Da Revolução às Sufragistas

Paradoxalmente, é a Revolução Francesa que desacelera brutalmente as aspirações das mulheres de participar da vida política. Em 1789, o Padre Sieyès distinguiu entre cidadãos “ativos” e “passivos” e classificou as mulheres na segunda categoria na mesma base que as crianças, as estrangeiras ou todas aquelas que não podiam pagar imposto. eleitoral. Apesar do apelo de Condorcet, foram oficialmente excluídos do direito de voto pela Assembleia Nacional em 22 de dezembro de 1789, exclusão mantida pela Constituição de 1791, depois por votação da Convenção Nacional em 24 de julho de 1793. E nestes poucos meses antes da execução de Olympe de Gouges, autora da Declaração dos Direitos da Mulher e do Cidadão.

Ao longo do século 19, as mulheres lutaram contra a falta de lógica de serem marginalizadas na arena política. Tribunais nos jornais, criação de clubes, intervenções públicas, petições, manifestações, tentativas de registro nos cadernos eleitorais dão audiência a essa luta. Mesmo que não sigam ou pouco sigam as ações diretas e métodos radicais das “sufragistas” de todo o Canal, as demandas pelo direito de voto das mulheres francesas permanecem firmes.

Direito das mulheres de votar: forte resistência

Na primeira metade do século XX, projetos de lei para garantir o direito de voto às mulheres foram aprovados pela Câmara dos Deputados, antes que o Senado os rejeitasse, seja por adiamento indefinido do texto, seja por oposição por voto. O Senado é o principal bloqueio institucional para a adoção da medida. Os radicais, em torno dos quais se organiza toda a maioria parlamentar, não querem ouvir falar de uma reforma que ameace o equilíbrio político. Eles suspeitam que as mulheres são influenciadas pelo clero. Eles são percebidos como "sob influência", sua maturidade política parece duvidosa como sua devoção republicana.

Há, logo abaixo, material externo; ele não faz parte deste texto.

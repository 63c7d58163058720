"""The modal table as aligned text for the terminal (the CLI's printout)."""

from __future__ import annotations

import math

import xarray as xr

from ._aside import ASIDE_TITLE, aside_rows
from ._rows import _value

__all__ = ["format_modal_table"]


def format_modal_table(result: xr.Dataset) -> str:
    """The modal table as aligned text with units in the header (for the terminal).

    When the fit set poles aside (residual terms, not modes), a second table
    "Poles set aside (not modes)" follows with the reason for each. A table with shapes
    over nodes (roving hammer, several setups) is followed by them: per mode the modal
    mass and phase collinearity, per node amplitude and phase of every mode.

    Examples
    --------
    >>> import xarray as xr
    >>> ds = xr.Dataset({"frequency_hz": ("mode", [12.5]), "frequency_hz_std": ("mode", [0.01]),
    ...                  "damping_ratio": ("mode", [0.012]), "damping_ratio_std": ("mode", [0.0004]),
    ...                  "regime": ("mode", ["underdamped"]), "status": ("mode", ["ok"])},
    ...                 coords={"mode": [1]})
    >>> print(format_modal_table(ds).splitlines()[0])
    mode  f_n [Hz]  ± [Hz]  zeta [%]  ± [%]  Q [-]  regime       status
    """
    header = ["mode", "f_n [Hz]", "± [Hz]", "zeta [%]", "± [%]", "Q [-]", "regime", "status"]
    rows = []
    for k in range(result.sizes.get("mode", 0)):
        def g(name: str, scale: float = 1.0, fmt: str = "{:.4g}", k: int = k) -> str:
            if name not in result:
                return "-"
            v = _value(result[name].values[k])
            if isinstance(v, float):
                return "nan" if math.isnan(v) else fmt.format(v * scale)
            return str(v)

        q = "-"
        if "damping_ratio" in result:
            z = float(result["damping_ratio"].values[k])
            q = f"{1 / (2 * z):.4g}" if z > 0 else "nan"
        if "q_factor" in result:
            q = g("q_factor")
        rows.append([
            str(_value(result["mode"].values[k])),
            g("frequency_hz", fmt="{:.6g}"),
            g("frequency_hz_std", fmt="{:.2g}"),
            g("damping_ratio", 100, "{:.4g}"),
            g("damping_ratio_std", 100, "{:.2g}"),
            q,
            g("regime"),
            g("status"),
        ])
    lines = _aligned(header, rows)
    aside = aside_rows(result)
    if aside:
        lines += ["", f"{ASIDE_TITLE}: residual terms kept in the model, left out of the table",
                  *_aligned(["pole", "f_n [Hz]", "± [Hz]", "zeta [%]", "reason"], [
                      [str(r["pole"]), _num(r["frequency_hz"], "{:.6g}"),
                       _num(r["frequency_hz_std"], "{:.2g}"),
                       _num(r["damping_ratio"], "{:.4g}", 100), str(r["reason"])]
                      for r in aside])]
    if "node_shape_amplitude" in result.data_vars:
        lines += ["", *_node_lines(result)]
    return "\n".join(lines)


def _node_lines(result: xr.Dataset) -> list[str]:
    """The shapes over nodes as text (numbers through :mod:`modalnb._numbers`)."""
    from .._numbers import format_quantity

    def q(v: float, kind: str) -> str:
        return "-" if not math.isfinite(v) else format_quantity(v, kind, unit=False)

    modes = [str(_value(m)) for m in result["mode"].values]
    per_mode = [[m, q(float(result["modal_mass_kg"].values[k]), "amplitude"),
                 q(float(result["node_shape_mpc"].values[k]), "ratio"),
                 str(_value(result["node_shape_status"].values[k]))]
                for k, m in enumerate(modes)]
    out = ["Shapes over nodes: modal mass of the unit-maximum shape, phase collinearity",
           *_aligned(["mode", "modal mass [kg]", "MPC [-]", "node shape status"], per_mode), ""]
    amp = result["node_shape_amplitude"].values
    ph = result["node_shape_phase_deg"].values
    rows = []
    for j, node in enumerate(result["node"].values.tolist()):
        role = str(_value(result["node_role"].values[j])) if "node_role" in result.coords else ""
        d = str(_value(result["node_direction"].values[j])) if "node_direction" in result.coords else ""
        rows.append([str(node), d, role] + [
            "-" if not math.isfinite(float(amp[k, j])) else
            f"{q(float(amp[k, j]), 'amplitude')} at {q(float(ph[k, j]), 'phase_deg')}°"
            for k in range(len(modes))])
    out += ["Node shapes: amplitude (largest 1) at phase [deg], direction signs applied",
            *_aligned(["node", "dir", "role", *[f"mode {m}" for m in modes]], rows)]
    return out


def _num(v: object, fmt: str, scale: float = 1.0) -> str:
    if isinstance(v, (int, float)):
        return "nan" if math.isnan(float(v)) else fmt.format(float(v) * scale)
    return str(v)


def _aligned(header: list[str], rows: list[list[str]]) -> list[str]:
    widths = [max(len(h), *(len(r[i]) for r in rows)) if rows else len(h) for i, h in enumerate(header)]
    lines = ["  ".join(h.ljust(w) for h, w in zip(header, widths, strict=True)).rstrip()]
    lines += ["  ".join(c.ljust(w) for c, w in zip(r, widths, strict=True)).rstrip() for r in rows]
    return lines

O apoio demonstrado pelo papa ao voto feminino de 1919 fortalece ainda mais na mente dos radicais a ideia de que a Igreja está tentando, por meio das mulheres, recuperar a influência na sociedade. A França da Terceira República, portanto, nunca deu o salto, mesmo que encorajasse o progresso na educação das meninas e se o governo da Frente Popular de Léon Blum confiasse três secretarias de Estado às mulheres em 1936. Os deputados permaneceram relutantes e senadores ainda mais cuidadosos em proteger o templo “republicano” da ameaça da “calota craniana”.

Vozes femininas

O combate encontrou toda a sua legitimidade durante a Segunda Guerra Mundial, período em que as mulheres tiveram que trabalhar, participar do esforço de guerra, às vezes engajadas na Resistência, continuando a cuidar da casa e da família, enquanto os homens foram para a frente. O novo poder político, mais jovem, resultante da Resistência, reconhece às mulheres a plena responsabilidade dos cidadãos no acompanhamento da evolução dos grandes países democráticos. E é muito natural que o poder estabelecido em Argel decida conceder às mulheres o direito de voto por decreto de 21 de abril de 1944. Elas se tornam eleitoras e elegíveis nas mesmas condições que os homens.

O duplo referendo de outubro de 1945 sobre a aceitação de um novo regime e a limitação dos poderes da Assembleia Constituinte, ao mesmo tempo que sobre a eleição para esta mesma Assembleia Constituinte, levou-os às urnas. Não há dúvida de que as mulheres contaram com boa parte no eleitorado do gaullista RPF criado em 1947 e nas maiorias que se agregariam posteriormente, após seu retorno ao poder, atrás do general de Gaulle. Em todo caso, era isso que temiam os partidários do radicalismo anticlerical.

A tendência mudou desde então e o eleitorado feminino é cada vez menos distinto do eleitorado masculino, embora a situação demográfica signifique que as mulheres mais velhas superam os homens da mesma geração, o que explica o seu maior voto. conservador. As mulheres agora são eleitoras, mas ainda haverá um caminho a percorrer pela igualdade entre homens e mulheres ...

Bibliografia sobre o sufrágio feminino na França

- Anne-Sarah Bouglé-Moalic, Le vote des Françaises: Hundred Years of Debates 1848-1944, Presses Universitaires de Rennes, 2012.